Les maisons regorgent bientôt. Il faut camper. On dresse des tentes. On habite les charrettes, les carrioles, les breaks, les tilburys, les calèches, les omnibus, le plus à l’écart possible, bien entendu, du campement des bohémiens.

Autour de la petite ville, toutes ces voitures, par centaines, forment une ville volante, posée là comme un vol d’oiseaux de passage autour du marais.

Et ce ne sont partout que des loqueteux, béquilleux, bossus, tordus, borgnes, aveugles, tous misérables de santé, boiteux, manchots, cancéreux et paralytiques, traînés ou se traînant, portés à bras ou à brancard, les uns avec des bandages sur la face, d’autres montrant des plaies vives dont on se détourne.

Un tel, qui a été mordu par un chien enragé, erre d’un air sournois, tourmenté d’une inquiétude et d’une espérance folles, car le pèlerinage aux Saintes est particulièrement efficace contre la rage.

Toutes les disgrâces sont ici représentées. Tous les enfants de Job et de Tobie se sont mis en route pour trouver l’ange guérisseur et le poisson miraculeux.

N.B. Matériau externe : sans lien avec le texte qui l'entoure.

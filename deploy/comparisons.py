"""Our work and a reference's side by side: times in milliseconds, and the ratio of the two.

Each comparison is a pair of functions that answer the same question; the best of several rounds
counts. A comparison without a reference prints our time alone.
"""

from __future__ import annotations

import argparse
import sys
import time
from collections.abc import Callable
from pathlib import Path

import numpy as np
from scipy.integrate import solve_ivp
from scipy.stats import binom, poisson

sys.path.insert(0, str(Path(__file__).parents[1]))

from reactions.chemistry.amounts import AmountsRequest, amounts
from reactions.chemistry.distribution import (
    CompositionModel,
    DistributionRequest,
    distribution,
)
from reactions.chemistry.planning import CurveRequest, PlanRequest, curve, plan

_ROUNDS = 5
_LEAST_S = 0.05
Work = Callable[[], object]


def _chain(sites: int, attenuation: float, exposure: float) -> Work:
    return lambda: CompositionModel("sequential", sites, attenuation).composition(exposure)


def _lsoda(sites: int, attenuation: float, exposure: float) -> Work:
    levels = np.arange(sites + 1.0)
    rates = (sites - levels) / sites * np.power(attenuation, levels)
    start = np.eye(1, sites + 1).ravel()

    def slope(_time: float, shares: np.ndarray) -> np.ndarray:
        change: np.ndarray = -rates * shares
        change[1:] += rates[:-1] * shares[:-1]
        return change

    return lambda: solve_ivp(slope, (0, exposure), start, method="LSODA", rtol=1e-12, atol=1e-15)


def _plan(model: str) -> Work:
    request = PlanRequest(
        model=model,
        objective={"kind": "mono_to_multi", "ratio": 5},
        attenuation=0.85 if model == "sequential" else 1.0,
        reagent_efficiency=0.8,
    )
    return lambda: plan(request)


def _plan_and_curve() -> Work:
    drawn = CurveRequest(model="sequential", attenuation=0.85, reagent_efficiency=0.8)
    planned = _plan("sequential")
    return lambda: (planned(), curve(drawn))


def _composition(model: str, sites: int) -> Work:
    request = DistributionRequest(model=model, sites=sites, uptake=1.5)
    return lambda: distribution(request)


def _amounts() -> Work:
    line = {"smiles": "CCOC(=O)C(Br)C(=O)OCC", "equivalents": 1.1}
    request = AmountsRequest(
        cage_mass_mg=500,
        solvent="toluene",
        lines=[{**line, "name": f"reagent {place}"} for place in range(5)],
    )
    return lambda: amounts(request)


COMPARISONS: dict[str, tuple[Work, Work | None, str]] = {
    "chain-30": (_chain(30, 0.85, 2.5), _lsoda(30, 0.85, 2.5), "scipy LSODA at rtol 1e-12"),
    "chain-200": (_chain(200, 0.97, 2.5), _lsoda(200, 0.97, 2.5), "scipy LSODA at rtol 1e-12"),
    "chain-200-long": (
        _chain(200, 0.97, 2500),
        _lsoda(200, 0.97, 2500),
        "scipy LSODA at rtol 1e-12",
    ),
    "binomial-30": (
        _composition("independent_sites", 30),
        lambda: binom.pmf(np.arange(31), 30, 1.5 / 30),
        "scipy.stats.binom",
    ),
    "binomial-200": (
        _composition("independent_sites", 200),
        lambda: binom.pmf(np.arange(201), 200, 1.5 / 200),
        "scipy.stats.binom",
    ),
    "poisson-200": (
        _composition("poisson", 200),
        lambda: poisson.pmf(np.arange(201), 1.5),
        "scipy.stats.poisson",
    ),
    "plan-independent": (_plan("independent_sites"), None, ""),
    "plan-sequential": (_plan("sequential"), None, ""),
    "plan-and-curve": (_plan_and_curve(), None, ""),
    "amounts-5-lines": (_amounts(), None, ""),
}


def best_ms(work: Work) -> float:
    """Return the best time of one call in ms, over rounds that each last long enough to be read."""
    best = float("inf")
    for _ in range(_ROUNDS):
        calls, start = 0, time.perf_counter()
        while (spent := time.perf_counter() - start) < _LEAST_S or calls == 0:
            work()
            calls += 1
        best = min(best, 1000 * spent / calls)
    return best


def main() -> None:
    """Print a line for each comparison asked for."""
    parser = argparse.ArgumentParser(prog="deploy/benchmark", description=__doc__)
    parser.add_argument("names", nargs="*", help=f"of {', '.join(COMPARISONS)}; all without")
    names = parser.parse_args().names or list(COMPARISONS)
    print(f"{'comparison':<18} {'ours/ms':>10} {'theirs/ms':>10} {'theirs/ours':>12}  reference")
    for name in names:
        if name not in COMPARISONS:
            parser.error(f"there is no comparison “{name}”; choose of {', '.join(COMPARISONS)}")
        ours, theirs, reference = COMPARISONS[name]
        mine = best_ms(ours)
        other = best_ms(theirs) if theirs else None
        ratio = "" if other is None else f"{other / mine:12.1f}"
        shown = "" if other is None else f"{other:10.3f}"
        print(f"{name:<18} {mine:10.3f} {shown:>10} {ratio:>12}  {reference}")


if __name__ == "__main__":
    main()
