import { createInstrumentSchema, type CreateInstrument, type InstrumentView } from '@shared/instruments';
import type { UnitSystem } from '@libs/quantities';
import { problemsOf } from '../../lib/form-problems.js';
import { FormReader, typedFrom, untyped, type FormProblem, type Typed } from '../../lib/typed.js';

export interface InstrumentValues {
  tag: string;
  kind: CreateInstrument['kind'] | null;
  description: string;
  serial: string;
  percentOfReading: Typed;
  percentOfRange: Typed;
  rangeText: string;
  calibratedOn: string | null;
  dueOn: string | null;
  certificateNumber: string;
}

export const blankInstrument = (system: UnitSystem): InstrumentValues => ({
  tag: '',
  kind: null,
  description: '',
  serial: '',
  percentOfReading: untyped(system),
  percentOfRange: untyped(system),
  rangeText: '',
  calibratedOn: null,
  dueOn: null,
  certificateNumber: '',
});

export const instrumentFrom = ({ tag, kind, description, serial, percentOfReading, percentOfRange, rangeText, calibratedOn, dueOn, certificateNumber }: InstrumentView, system: UnitSystem): InstrumentValues => ({
  tag,
  kind,
  description,
  serial,
  percentOfReading: typedFrom(percentOfReading, 'number', system),
  percentOfRange: typedFrom(percentOfRange, 'number', system),
  rangeText,
  calibratedOn,
  dueOn,
  certificateNumber,
});

/** Percents stand here as the maker's sheet prints them: 0.5 is half a percent. `1 %` is read as well. */
const bare = (typed: Typed): Typed => ({ ...typed, text: typed.text.replace(/\s*%\s*$/, '') });

/** The form held against its contract; a calibration that ends before it began is named here. */
export function readInstrument(values: InstrumentValues): { input: CreateInstrument; problems: FormProblem[] } {
  const reader = new FormReader();
  const input = {
    ...values,
    percentOfReading: reader.need('percentOfReading', bare(values.percentOfReading), 'number', 'As the maker states it; 0 when there is none.'),
    percentOfRange: reader.need('percentOfRange', bare(values.percentOfRange), 'number', 'As the maker states it; 0 when there is none.'),
  } as CreateInstrument;
  const checked = createInstrumentSchema.safeParse(input);
  const { calibratedOn, dueOn } = values;
  if (calibratedOn && dueOn && dueOn <= calibratedOn) reader.note('dueOn', 'It is due after it was calibrated.');
  const seen = new Set<string>();
  const problems = [...reader.problems, ...(checked.success ? [] : problemsOf(checked.error))].filter(({ path }) => !seen.has(path) && seen.add(path));
  return { input: checked.success ? checked.data : input, problems };
}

Une foule bariolée grouille, sur la place des Saintes, au plein soleil; et, dans les rues étroites, sous l’ombre lumineuse des tendelets. De temps en temps elle se divise, avec des cris, devant quelque gardian à cheval qui passe, fier, sa promise en croupe lui enlaçant la taille.

Çà et là , des éventaires chargés de chapelets, de saintes images, de couteaux catalans, de foulards aux couleurs éclatantes, se dressent comme des îlots au milieu du flot des promeneurs, et toute la marchandise est teintée, en rose ou en bleu tendre, par l’ombre transparente des grands parasols fixes qui l’abritent.

On entend, sous les tons perçants, envolés en arabesques, d’un galoubet, le tambourin bourdonner sourdement en cadence, à l’intérieur d’un cabaret, où dansent des filles du pays, en costume provençal, aux dents blanches sous des lèvres sensuelles, à la peau fauve, très semblables à des Mauresques, petites-filles de quelque pirate sarrasin, ravageur de plages ligures.

Le soleil est joyeux. Le «monde» est endimanché. Sur cette plage de fièvre où tout un peuple accourt demander aux saintes Maries la santé du corps, ce soleil si gai est dangereux. Et c’est ici comme une fête, un bal d’hospice, donnés par des moribonds. Le diable peut-être tient l’archet. On le croirait, à voir les figures des bohémiens dont, malgré certains regards narquois, l’expression reste indéchiffrable.

Dans l’église aux murs noirs, sales, que tant de misères accumulées, de chair malade, de corps en sueur, emplissent d’une odeur infecte, on se presse autour de la balustrade en fer du petit puits, comme autour d’une fontaine de Jouvence. La pauvre cruchette verte, égueulée, humblement descend au bout de sa corde, va chercher dans le sable une eau saumâtre, qui, ce jour-là , paraît douce.